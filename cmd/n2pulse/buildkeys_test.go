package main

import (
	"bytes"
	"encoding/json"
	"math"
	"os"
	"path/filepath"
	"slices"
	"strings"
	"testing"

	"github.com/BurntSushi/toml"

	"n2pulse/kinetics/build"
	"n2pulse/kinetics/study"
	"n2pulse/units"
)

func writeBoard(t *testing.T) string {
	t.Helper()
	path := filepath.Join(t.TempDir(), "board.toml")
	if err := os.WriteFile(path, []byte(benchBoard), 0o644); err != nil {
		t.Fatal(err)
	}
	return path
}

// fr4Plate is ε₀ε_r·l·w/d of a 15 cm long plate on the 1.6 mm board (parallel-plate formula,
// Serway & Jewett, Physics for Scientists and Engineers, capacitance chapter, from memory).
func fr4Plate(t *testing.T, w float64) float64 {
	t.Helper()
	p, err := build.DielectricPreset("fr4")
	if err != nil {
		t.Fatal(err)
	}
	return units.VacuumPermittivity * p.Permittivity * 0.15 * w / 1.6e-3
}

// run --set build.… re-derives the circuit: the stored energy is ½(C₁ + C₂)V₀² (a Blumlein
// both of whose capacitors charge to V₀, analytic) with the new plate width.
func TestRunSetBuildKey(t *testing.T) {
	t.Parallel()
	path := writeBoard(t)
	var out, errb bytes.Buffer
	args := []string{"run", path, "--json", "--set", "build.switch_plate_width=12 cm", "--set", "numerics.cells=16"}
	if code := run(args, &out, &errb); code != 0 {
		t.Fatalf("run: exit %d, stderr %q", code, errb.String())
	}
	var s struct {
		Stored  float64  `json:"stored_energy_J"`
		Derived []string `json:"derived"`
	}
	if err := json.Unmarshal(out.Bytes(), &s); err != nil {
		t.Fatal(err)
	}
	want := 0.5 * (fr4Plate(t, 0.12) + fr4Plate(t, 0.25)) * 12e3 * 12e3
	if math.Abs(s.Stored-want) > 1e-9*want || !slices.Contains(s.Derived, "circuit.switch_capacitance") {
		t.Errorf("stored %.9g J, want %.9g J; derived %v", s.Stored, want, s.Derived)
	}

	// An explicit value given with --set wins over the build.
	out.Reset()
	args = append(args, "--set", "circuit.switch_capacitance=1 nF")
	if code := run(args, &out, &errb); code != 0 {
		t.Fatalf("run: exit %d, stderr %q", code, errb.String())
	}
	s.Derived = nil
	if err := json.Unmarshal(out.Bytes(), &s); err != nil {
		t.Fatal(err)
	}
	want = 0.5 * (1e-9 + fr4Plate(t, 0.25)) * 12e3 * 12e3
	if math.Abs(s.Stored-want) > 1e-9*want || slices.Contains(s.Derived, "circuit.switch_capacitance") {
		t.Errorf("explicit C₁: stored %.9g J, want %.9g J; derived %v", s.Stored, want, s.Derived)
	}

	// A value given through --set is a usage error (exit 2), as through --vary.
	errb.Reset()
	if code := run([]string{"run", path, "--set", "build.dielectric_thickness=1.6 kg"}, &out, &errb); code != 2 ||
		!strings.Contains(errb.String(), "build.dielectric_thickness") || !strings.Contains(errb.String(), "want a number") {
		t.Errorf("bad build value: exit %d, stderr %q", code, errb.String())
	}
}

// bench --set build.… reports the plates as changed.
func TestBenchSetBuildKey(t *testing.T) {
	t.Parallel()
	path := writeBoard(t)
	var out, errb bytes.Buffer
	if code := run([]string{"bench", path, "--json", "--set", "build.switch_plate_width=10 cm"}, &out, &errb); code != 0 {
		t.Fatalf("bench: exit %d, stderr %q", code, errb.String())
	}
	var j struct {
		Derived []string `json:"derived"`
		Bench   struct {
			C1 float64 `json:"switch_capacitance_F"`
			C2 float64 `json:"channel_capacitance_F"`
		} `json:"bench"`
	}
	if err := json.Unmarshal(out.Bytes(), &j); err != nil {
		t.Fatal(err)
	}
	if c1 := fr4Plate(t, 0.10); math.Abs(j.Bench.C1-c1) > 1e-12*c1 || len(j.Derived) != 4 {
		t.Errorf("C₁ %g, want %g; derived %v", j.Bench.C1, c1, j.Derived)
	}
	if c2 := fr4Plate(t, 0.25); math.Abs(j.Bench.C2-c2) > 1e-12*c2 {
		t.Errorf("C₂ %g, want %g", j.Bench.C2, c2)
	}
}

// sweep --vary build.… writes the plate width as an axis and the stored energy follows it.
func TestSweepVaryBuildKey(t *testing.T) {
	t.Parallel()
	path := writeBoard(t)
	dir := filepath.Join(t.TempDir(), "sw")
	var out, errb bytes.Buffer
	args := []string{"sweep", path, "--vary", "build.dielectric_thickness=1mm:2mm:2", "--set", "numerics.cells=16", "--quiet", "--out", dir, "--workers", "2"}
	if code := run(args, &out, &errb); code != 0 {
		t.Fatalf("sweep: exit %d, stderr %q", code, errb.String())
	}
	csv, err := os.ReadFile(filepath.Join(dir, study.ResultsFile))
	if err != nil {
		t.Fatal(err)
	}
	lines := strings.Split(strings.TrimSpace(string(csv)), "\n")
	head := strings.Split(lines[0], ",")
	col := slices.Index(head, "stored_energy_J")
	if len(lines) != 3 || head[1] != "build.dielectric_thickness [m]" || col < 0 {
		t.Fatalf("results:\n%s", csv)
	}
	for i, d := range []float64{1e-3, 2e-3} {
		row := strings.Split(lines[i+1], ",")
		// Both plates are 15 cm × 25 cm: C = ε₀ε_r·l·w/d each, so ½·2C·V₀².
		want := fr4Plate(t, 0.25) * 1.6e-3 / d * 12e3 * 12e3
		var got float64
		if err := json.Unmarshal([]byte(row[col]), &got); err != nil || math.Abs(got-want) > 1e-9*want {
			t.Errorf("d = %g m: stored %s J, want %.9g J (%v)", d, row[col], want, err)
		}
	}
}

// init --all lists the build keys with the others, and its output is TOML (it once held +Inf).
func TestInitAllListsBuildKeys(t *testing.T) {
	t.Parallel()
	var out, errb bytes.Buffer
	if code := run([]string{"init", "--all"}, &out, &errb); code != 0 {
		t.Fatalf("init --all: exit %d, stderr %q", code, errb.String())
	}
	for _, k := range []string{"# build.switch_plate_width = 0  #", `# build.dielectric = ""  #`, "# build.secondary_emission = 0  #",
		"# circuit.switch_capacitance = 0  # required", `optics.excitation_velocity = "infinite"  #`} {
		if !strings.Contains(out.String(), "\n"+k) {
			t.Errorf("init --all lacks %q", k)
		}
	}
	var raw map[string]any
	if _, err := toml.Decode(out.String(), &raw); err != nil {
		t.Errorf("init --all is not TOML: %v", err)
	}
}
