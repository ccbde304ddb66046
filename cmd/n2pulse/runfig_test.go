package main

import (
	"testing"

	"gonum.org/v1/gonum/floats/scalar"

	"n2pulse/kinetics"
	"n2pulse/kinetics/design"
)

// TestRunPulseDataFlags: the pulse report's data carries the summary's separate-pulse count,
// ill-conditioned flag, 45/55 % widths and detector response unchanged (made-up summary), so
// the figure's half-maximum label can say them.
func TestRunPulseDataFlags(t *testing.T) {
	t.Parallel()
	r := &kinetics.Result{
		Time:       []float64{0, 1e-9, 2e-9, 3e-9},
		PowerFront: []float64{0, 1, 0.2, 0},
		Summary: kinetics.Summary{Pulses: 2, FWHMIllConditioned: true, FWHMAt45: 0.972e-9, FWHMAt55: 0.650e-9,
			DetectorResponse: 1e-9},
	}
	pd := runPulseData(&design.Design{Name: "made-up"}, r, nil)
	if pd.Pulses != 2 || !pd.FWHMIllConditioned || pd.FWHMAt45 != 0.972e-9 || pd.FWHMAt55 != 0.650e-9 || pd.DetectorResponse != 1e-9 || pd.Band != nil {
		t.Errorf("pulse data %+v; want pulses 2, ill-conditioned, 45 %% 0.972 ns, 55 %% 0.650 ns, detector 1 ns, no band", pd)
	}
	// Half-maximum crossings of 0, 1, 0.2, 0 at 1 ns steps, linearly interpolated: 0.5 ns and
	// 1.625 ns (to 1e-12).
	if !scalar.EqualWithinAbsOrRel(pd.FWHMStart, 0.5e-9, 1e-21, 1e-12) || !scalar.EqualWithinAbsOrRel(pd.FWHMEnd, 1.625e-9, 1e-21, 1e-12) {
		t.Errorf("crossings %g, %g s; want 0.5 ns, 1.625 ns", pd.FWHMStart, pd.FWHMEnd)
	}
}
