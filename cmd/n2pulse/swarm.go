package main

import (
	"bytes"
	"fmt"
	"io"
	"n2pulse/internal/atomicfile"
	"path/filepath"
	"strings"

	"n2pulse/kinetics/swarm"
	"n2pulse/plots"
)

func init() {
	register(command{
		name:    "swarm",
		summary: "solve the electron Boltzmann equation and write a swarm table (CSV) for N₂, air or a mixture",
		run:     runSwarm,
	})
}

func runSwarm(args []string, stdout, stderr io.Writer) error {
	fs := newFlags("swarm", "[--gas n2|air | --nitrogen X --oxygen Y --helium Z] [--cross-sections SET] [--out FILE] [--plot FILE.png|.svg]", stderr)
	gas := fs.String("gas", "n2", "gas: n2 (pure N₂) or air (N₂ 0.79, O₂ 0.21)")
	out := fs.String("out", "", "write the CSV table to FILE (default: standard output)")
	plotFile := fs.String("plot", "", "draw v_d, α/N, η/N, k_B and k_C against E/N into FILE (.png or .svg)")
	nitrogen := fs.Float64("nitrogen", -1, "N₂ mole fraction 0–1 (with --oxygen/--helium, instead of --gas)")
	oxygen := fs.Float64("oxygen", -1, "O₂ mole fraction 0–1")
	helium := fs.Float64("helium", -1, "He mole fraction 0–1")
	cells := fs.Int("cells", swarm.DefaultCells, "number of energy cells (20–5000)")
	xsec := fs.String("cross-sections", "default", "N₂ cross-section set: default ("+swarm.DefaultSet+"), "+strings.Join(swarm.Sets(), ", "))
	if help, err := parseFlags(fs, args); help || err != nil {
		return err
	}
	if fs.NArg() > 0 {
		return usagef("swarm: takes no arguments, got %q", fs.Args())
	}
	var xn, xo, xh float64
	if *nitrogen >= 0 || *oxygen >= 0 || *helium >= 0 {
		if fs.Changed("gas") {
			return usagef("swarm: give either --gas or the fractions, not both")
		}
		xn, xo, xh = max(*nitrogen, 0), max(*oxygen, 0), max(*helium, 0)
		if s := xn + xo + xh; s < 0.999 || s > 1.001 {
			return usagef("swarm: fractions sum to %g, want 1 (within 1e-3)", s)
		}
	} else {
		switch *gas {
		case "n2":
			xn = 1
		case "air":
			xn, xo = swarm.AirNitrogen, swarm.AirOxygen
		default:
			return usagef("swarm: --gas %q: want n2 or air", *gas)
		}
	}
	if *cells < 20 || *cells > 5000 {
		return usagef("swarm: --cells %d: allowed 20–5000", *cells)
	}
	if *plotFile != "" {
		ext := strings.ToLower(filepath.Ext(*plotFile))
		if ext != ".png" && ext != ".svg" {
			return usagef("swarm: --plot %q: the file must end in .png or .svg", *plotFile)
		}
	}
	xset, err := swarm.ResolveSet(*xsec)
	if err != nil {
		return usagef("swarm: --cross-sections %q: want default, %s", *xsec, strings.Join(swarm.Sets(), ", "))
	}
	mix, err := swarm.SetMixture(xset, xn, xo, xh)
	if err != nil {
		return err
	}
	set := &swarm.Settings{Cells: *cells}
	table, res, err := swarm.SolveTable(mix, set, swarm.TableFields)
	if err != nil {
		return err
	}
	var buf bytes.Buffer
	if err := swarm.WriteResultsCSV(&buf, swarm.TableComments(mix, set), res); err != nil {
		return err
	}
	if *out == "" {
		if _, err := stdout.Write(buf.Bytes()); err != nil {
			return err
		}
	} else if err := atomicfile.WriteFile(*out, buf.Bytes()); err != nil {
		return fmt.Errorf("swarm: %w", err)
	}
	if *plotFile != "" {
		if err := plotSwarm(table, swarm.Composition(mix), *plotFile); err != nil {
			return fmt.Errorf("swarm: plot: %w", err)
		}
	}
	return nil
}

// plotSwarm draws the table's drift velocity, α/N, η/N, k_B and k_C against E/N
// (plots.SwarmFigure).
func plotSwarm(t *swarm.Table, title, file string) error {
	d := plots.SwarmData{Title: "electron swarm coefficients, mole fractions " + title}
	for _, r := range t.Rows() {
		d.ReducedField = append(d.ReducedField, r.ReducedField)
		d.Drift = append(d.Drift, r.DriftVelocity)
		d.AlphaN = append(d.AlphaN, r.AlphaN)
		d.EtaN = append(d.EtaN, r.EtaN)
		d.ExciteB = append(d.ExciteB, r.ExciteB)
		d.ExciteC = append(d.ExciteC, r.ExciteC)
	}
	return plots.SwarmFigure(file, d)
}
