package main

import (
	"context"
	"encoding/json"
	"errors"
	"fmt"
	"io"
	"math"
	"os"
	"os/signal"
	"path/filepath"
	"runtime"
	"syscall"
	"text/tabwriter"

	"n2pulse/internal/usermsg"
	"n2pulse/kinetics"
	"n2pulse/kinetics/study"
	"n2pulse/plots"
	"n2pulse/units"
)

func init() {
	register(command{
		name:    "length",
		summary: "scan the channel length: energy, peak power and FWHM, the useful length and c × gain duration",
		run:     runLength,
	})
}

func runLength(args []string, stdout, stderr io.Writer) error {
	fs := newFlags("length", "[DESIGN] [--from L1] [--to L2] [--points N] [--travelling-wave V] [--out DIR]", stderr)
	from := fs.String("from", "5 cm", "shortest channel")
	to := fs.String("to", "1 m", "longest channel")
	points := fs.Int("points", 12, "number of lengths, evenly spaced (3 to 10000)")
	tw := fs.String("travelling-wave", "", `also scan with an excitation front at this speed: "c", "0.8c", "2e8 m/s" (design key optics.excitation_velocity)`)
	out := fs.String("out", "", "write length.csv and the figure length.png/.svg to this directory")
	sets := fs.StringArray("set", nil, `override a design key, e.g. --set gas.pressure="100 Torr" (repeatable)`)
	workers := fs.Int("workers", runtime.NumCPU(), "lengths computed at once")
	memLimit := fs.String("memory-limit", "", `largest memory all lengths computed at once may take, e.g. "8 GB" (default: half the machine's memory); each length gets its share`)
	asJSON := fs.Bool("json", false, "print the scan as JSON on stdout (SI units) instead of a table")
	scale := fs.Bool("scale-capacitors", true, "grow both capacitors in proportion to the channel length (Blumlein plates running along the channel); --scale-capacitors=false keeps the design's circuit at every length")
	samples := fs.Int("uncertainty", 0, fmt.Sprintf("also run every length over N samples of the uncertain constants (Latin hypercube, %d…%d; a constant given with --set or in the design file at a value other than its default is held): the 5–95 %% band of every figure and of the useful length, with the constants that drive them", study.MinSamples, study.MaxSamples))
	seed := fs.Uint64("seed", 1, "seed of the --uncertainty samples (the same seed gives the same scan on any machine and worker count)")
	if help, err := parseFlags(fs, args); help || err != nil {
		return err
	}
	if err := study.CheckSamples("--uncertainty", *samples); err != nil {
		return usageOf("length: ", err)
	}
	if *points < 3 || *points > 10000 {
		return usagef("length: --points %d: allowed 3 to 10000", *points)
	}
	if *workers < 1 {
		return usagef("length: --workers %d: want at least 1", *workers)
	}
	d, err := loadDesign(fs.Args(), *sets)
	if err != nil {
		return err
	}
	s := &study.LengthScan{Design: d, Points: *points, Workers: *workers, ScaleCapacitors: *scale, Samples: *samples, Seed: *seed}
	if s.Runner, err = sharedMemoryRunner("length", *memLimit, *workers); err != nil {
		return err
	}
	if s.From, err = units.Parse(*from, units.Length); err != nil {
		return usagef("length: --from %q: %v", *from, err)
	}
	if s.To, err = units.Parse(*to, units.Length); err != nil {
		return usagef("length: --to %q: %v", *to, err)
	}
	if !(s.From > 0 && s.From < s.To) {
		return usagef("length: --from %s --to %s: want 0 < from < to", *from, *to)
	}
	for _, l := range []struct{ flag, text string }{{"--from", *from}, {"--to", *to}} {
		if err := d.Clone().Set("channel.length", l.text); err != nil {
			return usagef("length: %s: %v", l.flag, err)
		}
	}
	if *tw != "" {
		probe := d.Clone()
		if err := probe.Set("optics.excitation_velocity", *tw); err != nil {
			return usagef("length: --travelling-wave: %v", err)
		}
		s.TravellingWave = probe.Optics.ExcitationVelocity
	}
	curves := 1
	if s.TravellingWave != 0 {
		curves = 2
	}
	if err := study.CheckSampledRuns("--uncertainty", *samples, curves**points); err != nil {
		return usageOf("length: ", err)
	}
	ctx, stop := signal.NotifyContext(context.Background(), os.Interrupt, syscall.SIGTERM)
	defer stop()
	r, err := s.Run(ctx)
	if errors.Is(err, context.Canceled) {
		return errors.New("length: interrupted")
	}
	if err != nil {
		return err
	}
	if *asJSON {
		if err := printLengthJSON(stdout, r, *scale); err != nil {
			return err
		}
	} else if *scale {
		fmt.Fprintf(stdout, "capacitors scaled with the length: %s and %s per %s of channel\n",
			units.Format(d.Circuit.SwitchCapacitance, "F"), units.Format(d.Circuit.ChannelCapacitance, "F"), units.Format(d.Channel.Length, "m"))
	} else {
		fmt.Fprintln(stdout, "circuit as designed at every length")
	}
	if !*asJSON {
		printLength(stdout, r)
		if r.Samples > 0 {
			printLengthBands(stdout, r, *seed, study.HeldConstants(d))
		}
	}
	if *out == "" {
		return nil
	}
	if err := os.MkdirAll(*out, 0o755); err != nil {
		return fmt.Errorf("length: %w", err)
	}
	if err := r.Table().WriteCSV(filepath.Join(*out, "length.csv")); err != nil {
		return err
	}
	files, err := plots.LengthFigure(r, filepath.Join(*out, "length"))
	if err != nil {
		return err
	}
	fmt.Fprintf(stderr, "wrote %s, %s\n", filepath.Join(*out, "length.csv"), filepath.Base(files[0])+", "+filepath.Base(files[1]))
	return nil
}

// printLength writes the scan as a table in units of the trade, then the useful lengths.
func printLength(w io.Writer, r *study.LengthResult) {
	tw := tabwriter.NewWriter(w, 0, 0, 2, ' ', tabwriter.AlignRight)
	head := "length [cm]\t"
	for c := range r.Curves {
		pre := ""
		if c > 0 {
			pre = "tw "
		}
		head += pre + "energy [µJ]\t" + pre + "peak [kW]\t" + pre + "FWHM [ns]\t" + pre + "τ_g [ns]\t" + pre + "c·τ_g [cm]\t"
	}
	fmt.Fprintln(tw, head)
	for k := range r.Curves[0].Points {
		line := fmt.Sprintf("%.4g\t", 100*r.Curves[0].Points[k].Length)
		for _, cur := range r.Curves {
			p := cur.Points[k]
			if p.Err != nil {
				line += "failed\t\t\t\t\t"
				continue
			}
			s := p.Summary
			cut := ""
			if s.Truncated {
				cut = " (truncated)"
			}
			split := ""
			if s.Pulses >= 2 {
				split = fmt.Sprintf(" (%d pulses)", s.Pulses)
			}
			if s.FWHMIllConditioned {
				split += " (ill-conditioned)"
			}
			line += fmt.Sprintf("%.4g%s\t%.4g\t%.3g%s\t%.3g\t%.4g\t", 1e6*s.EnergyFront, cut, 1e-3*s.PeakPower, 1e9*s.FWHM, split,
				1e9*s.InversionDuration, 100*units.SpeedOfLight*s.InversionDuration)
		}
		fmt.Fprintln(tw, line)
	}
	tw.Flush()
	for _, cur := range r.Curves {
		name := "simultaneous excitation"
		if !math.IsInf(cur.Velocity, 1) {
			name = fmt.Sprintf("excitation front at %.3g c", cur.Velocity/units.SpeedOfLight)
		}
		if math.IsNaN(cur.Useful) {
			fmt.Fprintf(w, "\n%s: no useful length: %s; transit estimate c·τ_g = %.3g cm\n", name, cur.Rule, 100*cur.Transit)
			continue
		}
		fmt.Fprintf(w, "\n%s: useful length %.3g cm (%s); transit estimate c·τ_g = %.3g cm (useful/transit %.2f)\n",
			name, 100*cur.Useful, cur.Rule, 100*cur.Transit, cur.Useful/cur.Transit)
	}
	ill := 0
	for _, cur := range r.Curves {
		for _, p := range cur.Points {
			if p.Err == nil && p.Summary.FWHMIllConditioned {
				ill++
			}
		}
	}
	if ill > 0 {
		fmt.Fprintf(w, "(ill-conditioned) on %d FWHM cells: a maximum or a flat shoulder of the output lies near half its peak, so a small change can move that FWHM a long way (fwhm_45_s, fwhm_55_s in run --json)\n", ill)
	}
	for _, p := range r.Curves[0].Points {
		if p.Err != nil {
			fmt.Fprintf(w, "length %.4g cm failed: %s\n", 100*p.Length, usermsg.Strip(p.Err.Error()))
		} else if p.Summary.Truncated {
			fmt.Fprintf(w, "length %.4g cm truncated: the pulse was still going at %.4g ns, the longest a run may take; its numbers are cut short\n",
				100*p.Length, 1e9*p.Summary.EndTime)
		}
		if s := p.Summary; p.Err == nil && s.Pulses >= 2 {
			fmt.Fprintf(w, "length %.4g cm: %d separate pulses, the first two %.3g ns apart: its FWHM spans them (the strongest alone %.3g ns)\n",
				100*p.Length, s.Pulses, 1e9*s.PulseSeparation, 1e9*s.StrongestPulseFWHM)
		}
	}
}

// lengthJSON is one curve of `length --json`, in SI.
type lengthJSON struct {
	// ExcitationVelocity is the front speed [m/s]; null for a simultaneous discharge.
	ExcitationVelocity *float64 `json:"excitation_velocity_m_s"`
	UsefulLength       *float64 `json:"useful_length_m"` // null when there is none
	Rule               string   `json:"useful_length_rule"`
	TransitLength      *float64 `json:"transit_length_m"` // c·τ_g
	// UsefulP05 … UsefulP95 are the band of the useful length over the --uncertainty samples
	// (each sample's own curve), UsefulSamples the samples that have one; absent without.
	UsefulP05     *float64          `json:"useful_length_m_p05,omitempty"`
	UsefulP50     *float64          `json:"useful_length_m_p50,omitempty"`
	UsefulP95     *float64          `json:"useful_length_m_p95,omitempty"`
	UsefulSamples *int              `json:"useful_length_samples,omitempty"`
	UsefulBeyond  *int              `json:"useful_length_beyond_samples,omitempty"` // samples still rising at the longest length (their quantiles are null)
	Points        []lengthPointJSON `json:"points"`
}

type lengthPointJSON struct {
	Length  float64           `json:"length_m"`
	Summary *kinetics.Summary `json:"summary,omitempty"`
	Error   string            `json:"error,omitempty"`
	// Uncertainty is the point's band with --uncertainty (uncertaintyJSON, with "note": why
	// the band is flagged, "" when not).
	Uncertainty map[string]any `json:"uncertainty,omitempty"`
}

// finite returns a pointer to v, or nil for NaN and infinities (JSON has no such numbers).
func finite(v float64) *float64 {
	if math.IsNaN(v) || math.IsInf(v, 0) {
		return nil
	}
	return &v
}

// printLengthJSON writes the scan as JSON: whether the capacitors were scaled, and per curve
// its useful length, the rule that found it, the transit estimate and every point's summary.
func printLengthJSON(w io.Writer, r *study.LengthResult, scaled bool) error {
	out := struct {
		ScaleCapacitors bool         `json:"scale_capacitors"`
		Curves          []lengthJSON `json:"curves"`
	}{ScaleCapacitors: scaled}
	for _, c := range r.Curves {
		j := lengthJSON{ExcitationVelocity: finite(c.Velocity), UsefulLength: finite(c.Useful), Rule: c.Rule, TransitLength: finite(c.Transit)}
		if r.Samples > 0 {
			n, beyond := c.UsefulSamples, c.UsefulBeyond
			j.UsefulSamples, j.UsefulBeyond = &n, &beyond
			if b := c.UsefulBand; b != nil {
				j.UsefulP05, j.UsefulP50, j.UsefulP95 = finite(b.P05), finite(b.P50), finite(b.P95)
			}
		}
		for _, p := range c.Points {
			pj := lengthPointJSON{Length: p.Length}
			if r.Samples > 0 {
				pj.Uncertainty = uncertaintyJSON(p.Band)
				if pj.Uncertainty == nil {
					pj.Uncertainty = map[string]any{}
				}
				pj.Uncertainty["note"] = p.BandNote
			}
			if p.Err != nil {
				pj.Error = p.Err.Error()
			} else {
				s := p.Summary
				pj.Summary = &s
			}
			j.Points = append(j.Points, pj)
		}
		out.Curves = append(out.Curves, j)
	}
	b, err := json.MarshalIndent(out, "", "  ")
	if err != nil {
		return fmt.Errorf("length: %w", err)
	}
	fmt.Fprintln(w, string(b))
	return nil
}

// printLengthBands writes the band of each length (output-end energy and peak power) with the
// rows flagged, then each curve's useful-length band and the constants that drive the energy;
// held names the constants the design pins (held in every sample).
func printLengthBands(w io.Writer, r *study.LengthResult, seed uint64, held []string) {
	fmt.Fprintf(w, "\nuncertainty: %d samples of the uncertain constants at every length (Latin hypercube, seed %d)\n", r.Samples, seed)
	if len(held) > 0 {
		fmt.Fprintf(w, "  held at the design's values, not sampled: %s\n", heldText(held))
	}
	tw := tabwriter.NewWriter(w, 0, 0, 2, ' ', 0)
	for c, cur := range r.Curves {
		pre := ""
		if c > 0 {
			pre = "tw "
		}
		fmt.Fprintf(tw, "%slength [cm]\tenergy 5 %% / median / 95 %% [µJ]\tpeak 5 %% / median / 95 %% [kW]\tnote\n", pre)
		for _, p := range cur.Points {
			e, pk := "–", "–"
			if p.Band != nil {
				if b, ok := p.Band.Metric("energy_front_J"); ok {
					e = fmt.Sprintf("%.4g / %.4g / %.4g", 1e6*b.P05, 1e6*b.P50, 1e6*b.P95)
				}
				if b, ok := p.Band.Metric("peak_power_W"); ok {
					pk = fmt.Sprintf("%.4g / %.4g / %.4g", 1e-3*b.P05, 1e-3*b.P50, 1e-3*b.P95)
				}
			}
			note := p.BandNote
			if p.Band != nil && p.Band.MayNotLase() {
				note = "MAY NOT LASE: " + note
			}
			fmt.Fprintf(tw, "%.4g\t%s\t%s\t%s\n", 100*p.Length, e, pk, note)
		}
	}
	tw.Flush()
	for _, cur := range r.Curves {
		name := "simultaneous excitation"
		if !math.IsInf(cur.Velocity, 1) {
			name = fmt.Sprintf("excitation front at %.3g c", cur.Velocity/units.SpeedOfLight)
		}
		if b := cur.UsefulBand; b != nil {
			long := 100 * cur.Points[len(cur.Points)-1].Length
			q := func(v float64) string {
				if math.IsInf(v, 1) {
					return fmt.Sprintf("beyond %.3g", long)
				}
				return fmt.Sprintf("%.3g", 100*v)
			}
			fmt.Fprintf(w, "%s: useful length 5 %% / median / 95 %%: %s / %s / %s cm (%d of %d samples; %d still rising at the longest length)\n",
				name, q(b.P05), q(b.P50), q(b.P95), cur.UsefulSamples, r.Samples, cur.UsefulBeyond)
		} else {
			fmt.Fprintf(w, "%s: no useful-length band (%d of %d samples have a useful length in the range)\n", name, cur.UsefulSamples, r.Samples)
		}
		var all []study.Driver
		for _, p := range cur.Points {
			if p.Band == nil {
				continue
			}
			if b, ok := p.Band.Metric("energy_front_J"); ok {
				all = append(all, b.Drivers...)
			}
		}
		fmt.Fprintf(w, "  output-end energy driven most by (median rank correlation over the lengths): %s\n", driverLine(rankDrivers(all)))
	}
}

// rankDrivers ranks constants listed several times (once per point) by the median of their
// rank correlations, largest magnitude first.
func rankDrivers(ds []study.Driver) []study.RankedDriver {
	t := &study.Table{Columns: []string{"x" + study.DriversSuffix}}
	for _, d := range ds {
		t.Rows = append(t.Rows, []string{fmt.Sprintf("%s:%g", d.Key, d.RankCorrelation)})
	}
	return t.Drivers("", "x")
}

----

• WHAT YOU WILL DO
For the listing above, give the number of lines in which the string "given" occurs, and nothing else.

• THE COMPLETED TASK
3